ASSIGNMENT
In full and without error, repeat the entries below.

Dataset entries:
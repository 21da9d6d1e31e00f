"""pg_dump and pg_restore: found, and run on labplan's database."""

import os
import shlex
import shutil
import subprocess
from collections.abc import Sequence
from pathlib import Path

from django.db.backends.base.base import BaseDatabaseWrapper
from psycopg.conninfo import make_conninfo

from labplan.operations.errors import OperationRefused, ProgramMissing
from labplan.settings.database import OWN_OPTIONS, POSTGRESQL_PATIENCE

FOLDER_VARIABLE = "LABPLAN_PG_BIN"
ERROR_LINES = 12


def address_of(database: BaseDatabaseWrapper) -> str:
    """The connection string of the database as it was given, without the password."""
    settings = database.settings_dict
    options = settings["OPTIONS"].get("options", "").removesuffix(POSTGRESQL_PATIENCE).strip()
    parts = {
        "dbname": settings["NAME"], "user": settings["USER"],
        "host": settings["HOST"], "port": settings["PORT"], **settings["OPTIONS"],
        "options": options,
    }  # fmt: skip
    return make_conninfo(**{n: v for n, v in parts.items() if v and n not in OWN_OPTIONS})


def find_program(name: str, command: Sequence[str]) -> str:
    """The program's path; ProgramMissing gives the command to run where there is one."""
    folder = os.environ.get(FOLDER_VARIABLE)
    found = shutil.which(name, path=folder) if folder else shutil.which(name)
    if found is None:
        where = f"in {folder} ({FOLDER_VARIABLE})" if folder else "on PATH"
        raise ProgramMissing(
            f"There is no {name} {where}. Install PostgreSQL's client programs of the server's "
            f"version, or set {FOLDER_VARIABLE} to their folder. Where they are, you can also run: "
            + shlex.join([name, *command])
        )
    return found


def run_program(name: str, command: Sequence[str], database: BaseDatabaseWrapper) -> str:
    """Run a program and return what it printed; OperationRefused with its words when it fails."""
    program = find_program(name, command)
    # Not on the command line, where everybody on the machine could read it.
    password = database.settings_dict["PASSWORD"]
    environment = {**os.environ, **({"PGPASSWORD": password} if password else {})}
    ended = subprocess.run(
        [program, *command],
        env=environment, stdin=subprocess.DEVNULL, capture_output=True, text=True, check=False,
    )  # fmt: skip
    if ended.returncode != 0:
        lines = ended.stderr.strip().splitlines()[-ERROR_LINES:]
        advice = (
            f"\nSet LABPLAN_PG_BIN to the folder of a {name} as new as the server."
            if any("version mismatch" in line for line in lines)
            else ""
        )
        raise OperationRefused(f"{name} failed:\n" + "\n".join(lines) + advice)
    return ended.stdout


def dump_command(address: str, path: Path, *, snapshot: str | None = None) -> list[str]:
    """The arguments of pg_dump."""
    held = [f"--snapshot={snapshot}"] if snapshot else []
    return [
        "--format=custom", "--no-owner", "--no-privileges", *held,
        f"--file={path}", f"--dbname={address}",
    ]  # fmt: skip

SOLVED PROBLEM
repository 21da9d6d1e31e00f
"""pg_dump and pg_restore: found, and run on labplan's database."""

import os
import shlex
import shutil
import subprocess
from collections.abc import Sequence
from pathlib import Path

from django.db.backends.base.base import BaseDatabaseWrapper
from psycopg.conninfo import make_conninfo

from labplan.operations.errors import OperationRefused, ProgramMissing
from labplan.settings.database import OWN_OPTIONS, POSTGRESQL_PATIENCE

FOLDER_VARIABLE = "LABPLAN_PG_BIN"
ERROR_LINES = 12


def address_of(database: BaseDatabaseWrapper) -> str:
    """The connection string of the database as it was given, without the password."""
    settings = database.settings_dict
    options = settings["OPTIONS"].get("options", "").removesuffix(POSTGRESQL_PATIENCE).strip()
    parts = {
        "dbname": settings["NAME"], "user": settings["USER"],
        "host": settings["HOST"], "port": settings["PORT"], **settings["OPTIONS"],
        "options": options,
    }  # fmt: skip
    return make_conninfo(**{n: v for n, v in parts.items() if v and n not in OWN_OPTIONS})


def find_program(name: str, command: Sequence[str]) -> str:
    """The program's path; ProgramMissing gives the command to run where there is one."""
    folder = os.environ.get(FOLDER_VARIABLE)
    found = shutil.which(name, path=folder) if folder else shutil.which(name)
    if found is None:
        where = f"in {folder} ({FOLDER_VARIABLE})" if folder else "on PATH"
        raise ProgramMissing(
            f"There is no {name} {where}. Install PostgreSQL's client programs of the server's "
            f"version, or set {FOLDER_VARIABLE} to their folder. Where they are, you can also run: "
            + shlex.join([name, *command])
        )
    return found


def run_program(name: str, command: Sequence[str], database: BaseDatabaseWrapper) -> str:
    """Run a program and return what it printed; OperationRefused with its words when it fails."""
    program = find_program(name, command)
    # Not on the command line, where everybody on the machine could read it.
    password = database.settings_dict["PASSWORD"]
    environment = {**os.environ, **({"PGPASSWORD": password} if password else {})}
    ended = subprocess.run(
        [program, *command],
        env=environment, stdin=subprocess.DEVNULL, capture_output=True, text=True, check=False,
    )  # fmt: skip
    if ended.returncode != 0:
        lines = ended.stderr.strip().splitlines()[-ERROR_LINES:]
        advice = (
            f"\nSet LABPLAN_PG_BIN to the folder of a {name} as new as the server."
            if any("version mismatch" in line for line in lines)
            else ""
        )
        raise OperationRefused(f"{name} failed:\n" + "\n".join(lines) + advice)
    return ended.stdout


def dump_command(address: str, path: Path, *, snapshot: str | None = None) -> list[str]:
    """The arguments of pg_dump."""
    held = [f"--snapshot={snapshot}"] if snapshot else []
    return [
        "--format=custom", "--no-owner", "--no-privileges", *held,
        f"--file={path}", f"--dbname={address}",
    ]  # fmt: skip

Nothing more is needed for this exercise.